"Annen çok tatlı birisi çok sevdim onu."
Sarı saçlı çocuk büyük bir hevesle konuşurken siyah saçlı çocuk sadece onu dinliyordu.
"Gezmeyi seven minik kedi gibisin birde susmak bilmiyorsun."
Bu sözler karşısında hafif kızaran çocuk kekeleyerek cevap verdi.
"Ö-özür dilerim çok konuşuyorum-"
"Sen hep konuş."
"Ha?"
Siyah saçlı hafif kızaran yanaklarıyla gözlerini kaçırarak konuştu.
"Ben seni dinlerim ama yeter ki konuş."
"O zaman hep sizinle konuşacağım Baji-san!"
Hastaneden çıkıp parka gitmişlerdi direk sarı saçlının isteğiyle. Şimdiyse eve geri dönüyordular.
"Bize gidelim mi?"
"Yarın gelsem Baji-san?"
"Tüh ya kızarmış erişteyi yalnız-"
"Çok istiyorsanız bu gün gele bilirim."
"Bak sen kızarmış erişte duyunca nasıl değişti."
"Ne alaka Baji-san siz istiyorsunuz diye geliyorum."
"İnanmış gibi yapacağım."
"Hey!"
Sarı saçlı somurttu. Siyah saçlı onun bu haline kıkıramakla yetindi.
-
"Sakın yere düşürme."
"Tamam tutuyorum."
"Şimdi masaya bırak."
"1 tane mi var sadece?"
"Evet."
"Bende evde vardı. İsterseniz getireyim?"
"Yok bunu bölüşürüz."
"Ama-"
"Bölüşürüz dimi Chifuyu."
"E-evet!"
-
"Çok güzeldi teşekkürler Baji-san!"
"Ne demek."
Tabağı bulaşık makinesine attıktan sonra sandalyeyi çekip oturdu siyah saçlı.

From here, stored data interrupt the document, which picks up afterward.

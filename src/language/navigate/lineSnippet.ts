import type { Span } from "../../contract/problem.js";
import { parseLine } from "../parseLine.js";
import type { Part } from "../shape.js";
import type { StatementRow } from "../statements.js";
import type { Field } from "../syntax.js";
import { partOfField } from "./partOfField.js";

/** A line as an editor writes it with places to fill in. */
export interface LineSnippet {
  /** the fixed words the line begins with: `molar mass` */
  readonly label: string;
  /** TextMate snippet syntax, as editors read it */
  readonly text: string;
}

/** The example of a kind of line with each value a place to fill in; `suggest` may put a better value there. */
export function lineSnippet(
  row: StatementRow,
  suggest: (part: Part, example: string) => string | null = () => null,
): LineSnippet {
  const { head, example, parts } = row;
  const [second] = parts;
  const label = second?.part === "keyword" ? `${head} ${second.word}` : head;
  const choices = choicesOf(parts);
  const places = [...(parseLine(example).statements[0]?.fields ?? [])].flatMap(([name, field]) =>
    placesOf(row, name, field),
  );
  places.sort((a, b) => a.start - b.start);
  let text = "";
  let from = 0;
  places.forEach(({ start, end, name, part }, index) => {
    const value = example.slice(start, end);
    const options = choices.get(name);
    text += escaped(example.slice(from, start));
    text +=
      options === undefined
        ? `\${${index + 1}:${escaped((part === null ? null : suggest(part, value)) ?? value)}}`
        : `\${${index + 1}|${[value, ...options.filter((option) => option !== value)].map(choice).join(",")}|}`;
    from = end;
  });
  return { label, text: text + escaped(example.slice(from)) };
}

interface FillIn extends Span {
  readonly name: string;
  readonly part: Part | null;
}

/** Fixed words are no place to fill in, unless one of several stands there; of a text only what its quotes hold is. */
function placesOf(row: StatementRow, name: string, field: Field): FillIn[] {
  const { span } = field;
  const part = partOfField(row, name);
  if (field.kind === "orders") {
    return field.items.map(({ species }) => ({ ...species.span, name, part: { part: "species", label: name } }));
  }
  if (field.kind === "header") return [];
  if (part?.part === "words" && !choicesOf(row.parts).has(name)) return [];
  if (part?.part === "string") return [{ start: span.start + 1, end: span.end - 1, name, part }];
  return [{ ...span, name, part }];
}

/** Phrases of which just one stands in a place and nothing else depends on which. */
function choicesOf(parts: readonly Part[]): Map<string, string[]> {
  const found = new Map<string, string[]>();
  for (const part of parts) {
    if (part.part === "optional") for (const [label, phrases] of choicesOf(part.parts)) found.set(label, phrases);
    if (part.part !== "either" && part.part !== "any") continue;
    const phrases = part.options.flatMap(([first, ...rest]) =>
      first?.part === "words" && rest.length === 0 ? [first] : [],
    );
    const [label] = phrases.map((phrase) => phrase.label);
    if (part.part === "either" && label !== undefined && phrases.length === part.options.length) {
      found.set(
        label,
        phrases.map(({ phrase }) => phrase),
      );
    }
  }
  return found;
}

function escaped(text: string): string {
  return text.replace(/[\\$}]/g, "\\$&");
}

function choice(text: string): string {
  return text.replace(/[\\$},|]/g, "\\$&");
}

"Seninle konuşmamız lazım."
Çıkma teklif ediceğini sandı sarı saçlı. Kalbi hızlı atmaya başlarken konuştu.
"Evet dinliyorum."
"Annemin durumunu gördün bu gün. Yaklaşık 5 aydır kanserle mücadele e-ediyor ve-"
Daha fazla konuşamadı. Sesi titriyordu. Gözleri dolmaya başlayınca sıkıca kapadı. Etrafını saran kollarla irkildi.

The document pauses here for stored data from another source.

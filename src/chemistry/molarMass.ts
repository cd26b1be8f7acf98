import { decimal, type Fraction, fraction, plus, times, toNumber, zero } from "../quantity/fraction.js";
import type { Quantity, Source } from "../quantity/quantity.js";
import { readUnit } from "../quantity/readUnit.js";
import { isFault } from "../quantity/shifted.js";
import type { Unit } from "../quantity/unit.js";
import { noUnit } from "../quantity/unitOf.js";
import { elementName, elementOf } from "./element.js";
import type { Formula } from "./formula.js";

/**
 * Molar mass, kg/mol (shown in g/mol): the sum of abridged standard atomic weights 2021, rounded once; the mass of
 * electrons of ions is left out. One common source per element: the printed uncertainty is a tolerance, so u = a/√3 (A.
 * Possolo et al., Pure Appl. Chem. 90 (2018) 395-424, from memory), the same for all atoms of an element. Null where an
 * element has no standard atomic weight, or nothing has a mass.
 */
export function molarMass(formula: Formula): Quantity | null {
  let total: Fraction = zero;
  const sources: Source[] = [];
  for (const [symbol, count] of formula.parts) {
    const [, weight, uncertainty] = elementOf(symbol) ?? ["", null, null];
    if (weight === null || uncertainty === null) return null;
    total = plus(total, times(decimal(weight), fraction(BigInt(count), 1000n)));
    const u = (Number(uncertainty) * count) / Math.sqrt(3) / 1000;
    sources.push({ name: `atomic weight of ${elementName(symbol)}`, kind: "common", u });
  }
  if (sources.length === 0) return null;
  return { value: toNumber(total), unit: gramPerMole(), sources };
}

function gramPerMole(): Unit {
  const read = readUnit("g/mol");
  return isFault(read) ? noUnit : read.unit;
}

"Anlatmak zorunda değilsiniz Baji-san. Ağır sizin için biliyorum. Bu yüzden kendinizi tutmaya gerek yok. Yanımda istediğiniz kadar ağlaya bilirsiniz."

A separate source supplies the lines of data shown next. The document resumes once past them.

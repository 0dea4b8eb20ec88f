import { Button } from '#src/components/ui/Button.tsx';
import { Select, TextArea } from '#src/components/ui/controls.tsx';
import { Problem } from '#src/components/ui/Problem.tsx';
import { toProblemError } from '#src/components/ui/problem-error.ts';
import { StatusLine } from '#src/components/ui/StatusLine.tsx';
import type { RegisterForm } from './useRegisterForm.ts';

interface ActionsPanelProps {
  form: RegisterForm;
  labs: readonly { id: string; name: string }[];
}

/** Whose it is, who sees it, and the two ways to keep it. */
export function ActionsPanel({ form, labs }: ActionsPanelProps) {
  const { draft, change, send, obstacle, lab, isSending, problem, registered } = form;
  const busy = isSending || obstacle !== null;
  return (
    <div className="flex flex-col gap-3">
      <Select
        label="Home lab"
        value={lab}
        onChange={(event) => change({ lab: event.currentTarget.value })}
        options={labs.map(({ id, name }) => ({ value: id, label: name }))}
      />
      <Select
        label="Seen by"
        value={draft.visibility}
        onChange={(event) => change({ visibility: event.currentTarget.value as 'programme' | 'lab' })}
        options={[
          { value: 'programme', label: 'all labs of the programme' },
          { value: 'lab', label: 'members of the home lab' },
        ]}
      />
      <TextArea
        label="Notes"
        rows={2}
        maxLength={10_000}
        value={draft.notes}
        onChange={(event) => change({ notes: event.currentTarget.value })}
      />
      <Failure problem={problem} registered={registered} onRetry={() => send('registered')} />
      <Button kind="primary" className="min-h-11 w-full" disabled={busy} onClick={() => send('registered')}>
        {registered ? 'Add the preparation' : 'Register'}
      </Button>
      {!registered && (
        <Button className="w-full" disabled={busy} onClick={() => send('draft')}>
          Save as draft
        </Button>
      )}
      <div className="-mb-3">
        <StatusLine kind="busy">{isSending ? 'Sending' : obstacle}</StatusLine>
      </div>
    </div>
  );
}

/** A refusal where the button is; a registered twin is linked. */
function Failure({
  problem,
  registered,
  onRetry,
}: {
  problem: unknown;
  registered: string | null;
  onRetry: () => void;
}) {
  if (!problem) return null;
  const twin = toProblemError(problem).members.accession;
  return (
    <div className="flex flex-col gap-2">
      {registered && (
        <p>
          The complex is registered as{' '}
          <a href={`/complexes/${registered}`} className="link num">
            {registered}
          </a>
          ; its preparation is not made yet.
        </p>
      )}
      <Problem problem={problem} onRetry={onRetry} />
      {typeof twin === 'string' && (
        <a href={`/complexes/${twin}`} className="link">
          Open <span className="num">{twin}</span>
        </a>
      )}
    </div>
  );
}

Siyah saçlının gözlerinden düşen gözyaşları yanağını ıslatıyordu. Ama şu an hissettiği huzuru hiç bir zaman hissetmemişti...
-
"Yine yanlış yazdınız ama."
"Nasıl yalnış gösterdiğin gibi yazdım-"
"Hayır hayır böyle değil-"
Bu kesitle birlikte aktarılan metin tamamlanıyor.